ORACI "El pájaro que quiso ser hombre"

Capítulo 1. 
“No hay principios fáciles, ni finales felices, sólo caminos irrepetibles”

            Nací en un criadero que estaba en el campo de Extremadura. En una primavera que no recuerdo, pero que imaginé mil veces en mi mente. El paraíso de los pájaros debe ser algo así. Los verdes salpicados por el color de las flores, las fragancias, el ruido del agua en los estanques donde acudían a beber las vacas. Todo está en mi cabeza como un tesoro que he ido acumulando a lo largo de los años. Mi infancia en la granja, con mis padres, hermanos y las otras familias que compartíamos jaula fue puede decirse que feliz. ¿ Quien piensa que su infancia ha sido desgraciada? La infancia es como el refugio de los momentos en que la vida se pone perra, nos acogemos a ella, a su recuerdo como demostración de que hemos sido dichosos al menos una vez. Es el puerto donde amarramos la barca cuando el mar es peligroso y el viento azota las velas con fuerza, su recuerdo evita el naufragio. Los recuerdos nos ayudan a seguir adelante como compañeros de viaje, para decirnos que no estamos solos, que nos protegen todos aquellos que estuvieron y que de alguna forma siguen a nuestro lado, vivos y muertos, presentes y ausentes. Hemos traído a  la memoria mil veces esos momentos, que por mor de los años y por la manipulación sutil del tiempo se han ido convirtiendo en el baluarte de nuestra felicidad. Son imágenes, puntos de luz que nos atraen una y otra vez y en cada ocasión añadimos un detalle, nimio, insignificante, pero que va dando forma a la imagen, transformándola, trasmutando su crudeza por tonos más cálidos, envolviéndola en algodones para que no nos duelan, para que nos reconforten. La niñez (este no es un buen termino, pues nunca fui niño) nos arropa con dulces recuerdos que acaban siendo tan comunes a todos, que llego a pensar si los viví o acaso los aprendí de las vidas contadas por otros. Pero su nitidez pese a la lejanía es tal y la necesidad de sentirlos como propios es tanta, que no renegaría de ellos aunque la duda me asaltase. Quien no tiene recuerdos de la infancia está desnudo, el pasado no lo arropa y el futuro que siempre es incierto se muestra como una amenaza que puede desposeerlo.

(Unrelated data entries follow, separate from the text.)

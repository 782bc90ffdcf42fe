import { describe, expect, it } from 'vitest';
import { careWords, dayWords, lifeCard, monthCard, switchWords, testWords, workingTimeCard } from './cards';

const plain = (text: string): string => text.replace(/\u00a0/g, ' ');

describe('the month', () => {
  const month = {
    first: '2026-11-01',
    energy: 1_900_000,
    expected: 1_939_000,
    measured: 1_900_000,
    days: 30,
  };
  it.each([
    [{}, 'about what its weather allowed'],
    [{ measured: 1_700_000 }, '12 % under what its weather allowed'],
    [{ measured: 2_100_000 }, '8 % over what its weather allowed'],
    [{ expected: null }, '30 days, without a comparison'],
    [{ expected: 0 }, '30 days, without a comparison'],
    [{ days: 0 }, 'no day of this month is complete yet'],
  ])('%j', (more, note) => {
    expect(plain(monthCard({ ...month, ...more }).note)).toBe(note);
  });
  it('is named by its own name', () => {
    expect(monthCard(month)).toMatchObject({ label: 'November' });
    expect(plain(monthCard(month).figure)).toBe('1.9 MWh');
  });
});

describe('the life of a roof', () => {
  const life = {
    from: '2026-03-12',
    energy: 38_400_000,
    workingTime: 0.9961,
    lostMinutes: 1560,
    lostMinutesGrid: 1380,
    completeness: 1,
    countedFrom: null,
  };
  it('sums since switch-on', () => {
    expect(lifeCard(life).note).toBe('12 March 2026');
    expect(lifeCard({ ...life, countedFrom: '2026-05-01' }).note).toBe(
      '12 March 2026; counted from 1 May 2026',
    );
    expect(lifeCard(null).note).toBe('not switched on yet');
  });
  it('gives the hours lost beside the share', () => {
    expect(plain(workingTimeCard(life).figure)).toBe('99.6 %');
    expect(workingTimeCard(life).note).toBe('26 h lost, 23 h of it grid outage');
    expect(workingTimeCard({ ...life, lostMinutesGrid: 0 }).note).toBe('26 h lost');
    expect(workingTimeCard({ ...life, lostMinutesGrid: 1560 }).note).toBe('26 h lost, all of it grid outage');
    expect(workingTimeCard({ ...life, lostMinutes: 0, lostMinutesGrid: 0, workingTime: 1 }).note).toBe(
      'no hour of daylight lost',
    );
  });
  it('does not round a loss away', () => {
    expect(
      plain(workingTimeCard({ ...life, workingTime: 0.99999, lostMinutes: 2, lostMinutesGrid: 0 }).figure),
    ).toBe('99.9 %');
  });
  it('says what is missing', () => {
    expect(plain(workingTimeCard({ ...life, completeness: 0.96 }).note)).toContain(
      'readings of 4.0 % of the time are missing',
    );
    expect(workingTimeCard({ ...life, workingTime: null }).figure).toBe('–');
    expect(workingTimeCard(null).figure).toBe('–');
  });
});

describe('the last shutdown test', () => {
  const test = { at: '2026-11-03T12:00:00.000Z', strings: 8, madeBy: 'Per Aalto' };
  const words = (result: 'passed' | 'failed' | 'consistent' | 'not_witnessed', strings = 8) =>
    plain(testWords({ ...test, strings, result }, 'rapid_shutdown_30s', 'UTC'));
  it('promises no more than was shown', () => {
    expect(words('passed')).toBe(
      'Last tested 3 November 2026 by Per Aalto: all 8 groups of modules measured below 30 V within 30 seconds, by meter.',
    );
    expect(words('passed', 1)).toContain(': 1 group of modules measured');
    expect(words('failed')).toContain('Treat the roof as live');
    expect(words('consistent')).toContain('That is no test.');
    expect(words('not_witnessed')).toContain('That is no test.');
    expect(testWords(null, 'none', 'UTC')).toBe('No shutdown test is on record for this roof.');
  });
  it('names the limit of the rule in force, and none where there is none', () => {
    const passed = { ...test, result: 'passed' as const };
    expect(testWords(passed, 'rapid_shutdown_10s', 'UTC')).toContain('within 10 seconds');
    expect(testWords(passed, 'none', 'UTC')).toContain('measured as required');
    expect(testWords(passed, 'hazard_control', 'UTC')).not.toContain('30 V');
  });
});

describe('the switch and who looks after it', () => {
  const site = {
    id: '00000000-0000-4000-8000-000000000001',
    name: 'Weirside Clinic',
    place: '',
    timeZone: 'UTC',
    switchedOnOn: null,
    shutdownSwitchPlace: 'beside the meter cabinet',
    strings: 8,
    ruleSet: 'rapid_shutdown_30s' as const,
  };
  it('always says not to rely on the page', () => {
    expect(switchWords(site)).toContain('Where the switch is: beside the meter cabinet.');
    for (const place of ['beside the meter cabinet', ''])
      expect(switchWords({ ...site, shutdownSwitchPlace: place })).toMatch(
        /never rely on this page.*stay live in light/,
      );
  });
  it('says who looks after the roof, and when no number is recorded', () => {
    expect(careWords({ organisation: 'Lowfield Solar Works', phone: '1', logo: null })).toBe(
      'Lowfield Solar Works looks after this roof.',
    );
    expect(careWords({ organisation: 'Lowfield Solar Works', phone: '', logo: null })).toContain(
      'no telephone number',
    );
  });
  it('writes plain days without a zone', () => {
    expect(dayWords('2026-03-12')).toBe('12 March 2026');
  });
});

            Algunos inventan o roban de otros los breves fragmentos que completan su existencia, que dan solidez a los cimientos de su vida. Para ellos es fácil tomar prestadas las fotografías de un pasado ajeno que se ajusta a nuestra historia, las toman en sepia y les van dando color, pintando los detalles para que se les parezcan; pero nunca llegan a ser verdaderas, dejan siempre el rastro del pincel, la prueba de su falsificación. Otros emborronan su pasado con trazos negros para esconderlo, para olvidarlo, niegan su presencia.

            Tampoco es posible huir del pasado, no se puede dar la espalda a la propia existencia, porque posee una fuerza vital tan potente, tan ajena a nosotros mismos; que hace que incluso los hechos enviados al desván de la memoria, se paseen a veces por nuestro dormitorio cuando el sueño adormece la conciencia.

            Me entristecen quienes no tuvieron el remanso de la infancia para usarlo como refugio en su vida, porque están  incompletos, a medio terminar, arrastran siempre esta pérdida y a veces no son capaces de sustituirla.

            Es posible que mi memoria haya convertido la pajarera en un paraíso. Puede que con el tiempo pueda haber dado brillo a recuerdos vagos, difusos, transformándolos en verdades irrefutables. No tengo dudas de que he ido manipulando esos momentos hasta convertirlos en una realidad idealizada. Pero es tan bello ese tiempo donde no faltaba nada ni nadie, donde todo lo que creía necesitar lo tenía, todos los que deseaba ver vivían conmigo. Incluso algunos momentos malos que tengo presentes, los veo ahora necesarios para dar sentido a la vida.

            Mi infancia comenzó cuando empecé a volar. No es que antes no existiera, pero del mismo modo que nadie recuerda su parto o los biberones que le dieron en la cuna, tampoco yo tengo conciencia de ese tiempo pasado en el nido, seguramente bajo el cálido peso de mis padres. Mis recuerdos comienzan el día en que al borde del nido me precipité o me empujaron al vacío. Tengo todavía presentes esos primeros aletazos, incoordinados, desesperados, que amortiguaron la caída pero que no me hicieron remontar el vuelo. Creo que fue el miedo lo que despertó mi conciencia, el vértigo, la angustia de ver como mi pequeño cuerpo se precipitaba al vacío. Quizá presentí mi final, un final que llegaba sin haber empezado. No sé cual puede ser el motivo de que en mi cabecita todavía con plumón y casi sin color, saltasen las alarmas que despertaron mi mente.

            Nunca fui un pájaro como los demás, ninguno de mis hermanos me contó que pasase un trance similar, ni mis primos, ni amigos, nadie parecía entender aquel miedo a volar que a partir de entonces me paralizaba al borde del abismo desde el que me lanzaban. Aprendí a volar, pero no aprendí a ver en aquel vuelo mi realización. Volar fue una necesidad para no morir en la repetida caída desde las alturas.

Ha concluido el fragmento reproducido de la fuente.